2. I am shocked, dismayed, horrified, and let-down by the administration's response to said nagging problem. I did not vote for Obama out of deeply-felt liberal ideology, but because I believe he is a smart and capable person. I was always disappointed that President Bush did not use 9/11 as a way to motivate reduced consumption of oil and to increase resources towards developing renewable energy. At that time, everyone was willing to make efforts that would hurt and handicap the tragedy's perpetrators. The obvious way to do so was to reduce our oil consumption and eventually, the very importance of oil itself. Unfortunately, Bush didn't see it that way, and neither did his chief deputy, the former CEO of the company with contractors on the Deepwater Horizon.

So, I thought the epic disaster of the Deepwater Horizon might provide practical, prudential, non-oil related Obama with a similarly transitional moment to lead America towards a greater focus on renewable energy. A Renewable Horizon, I might say. Besides for causing incalculable damage to resources whose histories exponentially dwarf our existence, oil helps to prop up the regimes, terrorist networks, and geopolitical powers who are our most direct enemies. How is it that foreign policy and environmentalism have not coalesced in a broader movement? How is it that now that the President has the leverage to propose comprehensive funding and action towards renewable energy predicated on those two rationales that he hasn't done anything meaningful? And Eben, perhaps your brother's insight can help to elucidate why environmental groups aren't holding his feet to the fire?

Surely, the 20 billion dollars for economic loss related claims is something, BUT WHAT ABOUT THE OCEAN? I am not very inclined to look at my property materials at the moment but what happened to the public trust doctrine?

-- NonaFarahnik - 23 Jun 2010

You are not the only one who wants to bring back the the Public Trust Doctrine.

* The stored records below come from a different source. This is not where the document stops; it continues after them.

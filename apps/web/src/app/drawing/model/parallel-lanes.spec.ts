import type { Position } from '@riseback/network';
import { describe, expect, it } from 'vitest';
import { applyBatch, removalOps } from '@riseback/network';
import { bendsBeside, drawnNetwork } from './drawn-network';
import { keepingLanes } from './keep-lanes';
import { setOff } from '@riseback/figures';
import { documentOf, samplePipe } from './sample-network';

const at = (x: number, y: number): Position => ({ x, y });
const ENDS = [
  { id: 'J1', kind: 'junction', elevationM: 0, position: at(0, 0) },
  { id: 'J2', kind: 'junction', elevationM: 0, position: at(200, 0) },
] as const;

describe('parallel pipes', () => {
  it('stand apart, whichever way each runs, and the first keeps its place', () => {
    const pipes = [samplePipe('A', 'J1', 'J2'), samplePipe('B', 'J2', 'J1'), samplePipe('C', 'J1', 'J2')];
    const { pipes: drawn } = drawnNetwork(documentOf(ENDS, pipes));
    expect(drawn.get('A')?.points).toEqual([at(0, 0), at(200, 0)]);
    expect(drawn.get('B')?.points).toEqual([at(200, 0), at(200, 40), at(0, 40), at(0, 0)]);
    expect(drawn.get('C')?.points).toEqual([at(0, 0), at(0, -40), at(200, -40), at(200, 0)]);
  });

  it('stay where they are when the one they stand aside from is deleted', () => {
    const document = documentOf(ENDS, [samplePipe('A', 'J1', 'J2'), samplePipe('B', 'J1', 'J2')]);
    const before = drawnNetwork(document);
    const applied = applyBatch(document, keepingLanes(before, document, removalOps(document, { pipes: ['A'] })));
    if (!applied.ok) throw new Error(JSON.stringify(applied.errors));
    expect(drawnNetwork(applied.document).pipes.get('B')?.points).toEqual(before.pipes.get('B')?.points);
  });

  it('find the first free way for one more', () => {
    const none = drawnNetwork(documentOf(ENDS));
    expect(bendsBeside(none, 'J1', 'J2')).toEqual([]);
    const two = drawnNetwork(documentOf(ENDS, [samplePipe('A', 'J1', 'J2'), samplePipe('B', 'J1', 'J2')]));
    expect(bendsBeside(two, 'J2', 'J1')).toEqual([at(200, 40), at(0, 40)].map(({ x, y }) => at(x, -y)));
  });

  it('keep right angles at corners', () => {
    expect(setOff([at(0, 0), at(0, 100), at(100, 100)], 10)).toEqual([
      at(0, 0),
      at(-10, 0),
      at(-10, 110),
      at(100, 110),
      at(100, 100),
    ]);
  });
});
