import type { Routes } from '@angular/router';
import { takeToken } from './links/link-token';
import { readingGuard } from './readings/reading-guard';
import { signedInGuard } from './session/signed-in-guard';

export const routes: Routes = [
  { path: '', pathMatch: 'full', redirectTo: 'sites' },
  {
    path: 'sign-in',
    title: 'Sign in · Riseback',
    loadComponent: () => import('./sign-in/sign-in-page').then((m) => m.SignInPage),
  },
  {
    path: 'forgotten-password',
    title: 'Forgotten password · Riseback',
    loadComponent: () => import('./password-reset/forgotten-password-page').then((m) => m.ForgottenPasswordPage),
  },
  {
    path: 'password-reset',
    title: 'New password · Riseback',
    canActivate: [takeToken],
    runGuardsAndResolvers: 'always',
    loadComponent: () => import('./password-reset/password-reset-page').then((m) => m.PasswordResetPage),
  },
  {
    path: 'invitation',
    title: 'Invitation · Riseback',
    canActivate: [takeToken],
    runGuardsAndResolvers: 'always',
    loadComponent: () => import('./invitation/invitation-page').then((m) => m.InvitationPage),
  },
  {
    path: 'account',
    title: 'Your account · Riseback',
    canActivate: [signedInGuard],
    loadComponent: () => import('./account/account-page').then((m) => m.AccountPage),
  },
  {
    path: 'sites/:siteId/networks/:networkId/gauges/reading',
    title: 'Readings · Riseback',
    canActivate: [readingGuard],
    loadComponent: () => import('./readings/reading-page').then((m) => m.ReadingPage),
  },
  {
    path: 'sites',
    canActivate: [signedInGuard],
    children: [
      {
        path: '',
        pathMatch: 'full',
        title: 'Sites · Riseback',
        loadComponent: () => import('./sites/site-list-page').then((m) => m.SiteListPage),
      },
      {
        path: ':siteId',
        pathMatch: 'full',
        title: 'Networks · Riseback',
        loadComponent: () => import('./networks/network-list-page').then((m) => m.NetworkListPage),
      },
      {
        path: ':siteId/audit',
        title: 'Log of the site · Riseback',
        loadComponent: () => import('./audit/audit-page').then((m) => m.AuditPage),
      },
      {
        path: ':siteId/people',
        title: 'People · Riseback',
        loadComponent: () => import('./people/people-page').then((m) => m.PeoplePage),
      },
      {
        path: ':siteId/mails',
        title: 'Mails · Riseback',
        loadComponent: () => import('./mails/mails-page').then((m) => m.MailsPage),
      },
      {
        path: ':siteId/settings',
        title: 'Site settings · Riseback',
        loadComponent: () => import('./sites/site-settings-page').then((m) => m.SiteSettingsPage),
      },
      {
        path: ':siteId/library',
        title: 'Trap library · Riseback',
        loadComponent: () => import('./library/library-page').then((m) => m.LibraryPage),
      },
      {
        path: ':siteId/networks/:networkId/frozen/:revisionId',
        loadComponent: () => import('./revisions/frozen-page').then((m) => m.FrozenPage),
        children: [
          { path: '', pathMatch: 'full', redirectTo: 'drawing' },
          { path: 'drawing', loadComponent: () => import('./drawing/drawing-page').then((m) => m.DrawingPage) },
          { path: 'lists', loadComponent: () => import('./lists/lists-page').then((m) => m.ListsPage) },
          { path: 'cases', loadComponent: () => import('./cases/cases-page').then((m) => m.CasesPage) },
          { path: 'ledger', loadComponent: () => import('./results/ledger-page').then((m) => m.LedgerPage) },
          { path: 'try', loadComponent: () => import('./what-if/what-if-page').then((m) => m.WhatIfPage) },
          { path: 'method', loadComponent: () => import('./method/method-page').then((m) => m.MethodPage) },
        ],
      },
      {
        path: ':siteId/networks/:networkId',
        loadComponent: () => import('./networks/network-page').then((m) => m.NetworkPage),
        children: [
          { path: '', pathMatch: 'full', redirectTo: 'drawing' },
          { path: 'drawing', loadComponent: () => import('./drawing/drawing-page').then((m) => m.DrawingPage) },
          { path: 'lists', loadComponent: () => import('./lists/lists-page').then((m) => m.ListsPage) },
          { path: 'cases', loadComponent: () => import('./cases/cases-page').then((m) => m.CasesPage) },
          { path: 'ledger', loadComponent: () => import('./results/ledger-page').then((m) => m.LedgerPage) },
          { path: 'try', loadComponent: () => import('./what-if/what-if-page').then((m) => m.WhatIfPage) },
          { path: 'gauges', loadComponent: () => import('./gauges/gauges-page').then((m) => m.GaugesPage) },
          {
            path: 'revisions',
            loadComponent: () => import('./revisions/revisions-page').then((m) => m.RevisionsPage),
          },
          {
            path: 'revisions/:revisionId/verification',
            loadComponent: () => import('./revisions/verification-page').then((m) => m.VerificationPage),
          },
          { path: 'report', loadComponent: () => import('./report/report-page').then((m) => m.ReportPage) },
          { path: 'method', loadComponent: () => import('./method/method-page').then((m) => m.MethodPage) },
        ],
      },
    ],
  },
  {
    path: 'unreachable',
    title: 'Not reached · Riseback',
    loadComponent: () => import('./shell/unreachable-page').then((m) => m.UnreachablePage),
  },
  {
    path: '**',
    title: 'Not found · Riseback',
    loadComponent: () => import('./shell/not-found-page').then((m) => m.NotFoundPage),
  },
];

As for Afghanistan, I don't have a satisfactory solution (nor does anyone else), but I do think that the continued use of drone bombings will only cause more problems. As Eben mentioned in class, one emotion is common among terrorists, humiliation. I cannot think of anything that causes more humiliation than mechanically dropping bombs and killing innocent civilians. If our goal in Afghanistan is to prevent terrorism, then drones are not a good tactic to use.

-- JohnAlbanese - 29 Jun 2010

The considerations for the long-term v. short-term fight against terrorism are difficult to balance. If we are pursuing a military strategy in any capacity, it will be humiliating.

-- NonaFarahnik - 30 Jun 2010

I realize that I am being too cavalier in representing my attitude towards drones. I think they can be an effective way to mark certain targets directly and with precision. I think they will be a necessary and useful force in battling certain pressure points (time-sensitive or high value targets), especially on the Af/Pak border, and this will be even more so the case when we reduce our physical military presence in the region. I understand that I am advocating something that will almost necessarily result in the "bombs raining on Afghan children" dilemma. The disassociation feels easy, and that is what is frightening about the idea that we can conduct aspects of a conventional war in what probably looks like a room where a bunch of young guys are playing Call of Duty. (Add to this the convergence of games which could probably socialize soldiers to war and popular gaming.)

Hopefully, as we enter this increasingly virtual era, the primal aggression that feeds war and destruction will be contented by killing enemy avatars and bombing Second Life real-estate.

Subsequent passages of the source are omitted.